# Exercise brief
Take each line of the entries below that contains "lists" and copy it.

[Items from a data source]
Content starts

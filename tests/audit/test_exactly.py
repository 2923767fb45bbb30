"""Whole-number arithmetic on readings: one unit, no wrapping, and limits decided exactly."""

from fractions import Fraction

import numpy as np
import pytest
from hypothesis import given
from hypothesis import strategies as st

from dec.audit.exactly import as_floats, as_text, common_unit, net_inflow, within
from dec.calculus.columns import Column, Decimals


def decimals(*texts: str) -> Decimals:
    return Column("y", np.array(texts, dtype=object)).decimals()


def test_columns_of_different_places_share_the_finest_unit():
    (one, other), places = common_unit(decimals("1.5", ""), decimals("0.25"))
    assert (one.tolist(), other.tolist(), places) == ([150, 0], [25], 2)
    assert one.dtype == other.dtype == np.int64


def test_numbers_whose_sum_might_wrap_become_python_integers():
    small, places = common_unit(decimals(*["1152921504606846975"] * 3))
    assert (small[0].dtype, places) == (np.int64, 0)
    large, _ = common_unit(decimals(*["1152921504606846975"] * 5))
    assert large[0].dtype == object
    assert sum(large[0]) == 5 * 1152921504606846975
    fine, places = common_unit(decimals("9000000000000000000"), decimals("0.000000000000000001"))
    assert (fine[0].dtype, fine[0].tolist(), places) == (object, [9 * 10**36], 18)
    zero, _ = common_unit(decimals("0"), decimals("1e-300"))
    assert zero[0].tolist() == [0]


def test_net_inflow_is_positive_at_the_head():
    tail, head = np.array([0, 1, 2, 1]), np.array([1, 2, 2, 0])
    assert net_inflow(tail, head, np.array([5, 3, 7, 1]), 3).tolist() == [-4, 1, 3]
    large = np.array([10**30, 3, 7, 1], dtype=object)
    assert net_inflow(tail, head, large, 3).tolist() == [1 - 10**30, 10**30 - 4, 3]


@given(st.lists(st.integers(-(10**25), 10**25), max_size=6), st.integers(0, 30))
def test_floats_are_the_nearest_and_text_is_exact(numbers: list[int], places: int):
    array = np.array(numbers, dtype=object)
    assert as_floats(array, places).tolist() == [float(Fraction(n, 10**places)) for n in numbers]
    for n in numbers:
        assert Fraction(as_text(n, places)) == Fraction(n, 10**places)


@given(st.lists(st.integers(-(2**60), 2**60), max_size=6), st.integers(0, 30))
def test_machine_integers_give_the_nearest_floats_too(numbers: list[int], places: int):
    array = np.array(numbers, dtype=np.int64)
    assert as_floats(array, places).tolist() == [float(Fraction(n, 10**places)) for n in numbers]


@pytest.mark.parametrize(
    ("integers", "places", "limit", "expected"),
    [
        ([3, -3, 4], 1, 0.3, [True, True, False]),  # 0.3 as written, though the float lies below it
        ([1, 0], 400, 0.0, [False, True]),
        ([10**40, 10**40 + 1], 10, 1e30, [True, False]),
        ([2**62], 0, 1e300, [True]),
    ],
)
def test_a_limit_is_taken_as_written_in_decimal(integers: list[int], places: int, limit: float, expected: list[bool]):
    dtype = np.int64 if max(integers) < 2**63 else object
    assert within(np.array(integers, dtype=dtype), places, limit).tolist() == expected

Content ends

# Solution to this task
@given(st.lists(st.integers(-(10**25), 10**25), max_size=6), st.integers(0, 30))
@given(st.lists(st.integers(-(2**60), 2**60), max_size=6), st.integers(0, 30))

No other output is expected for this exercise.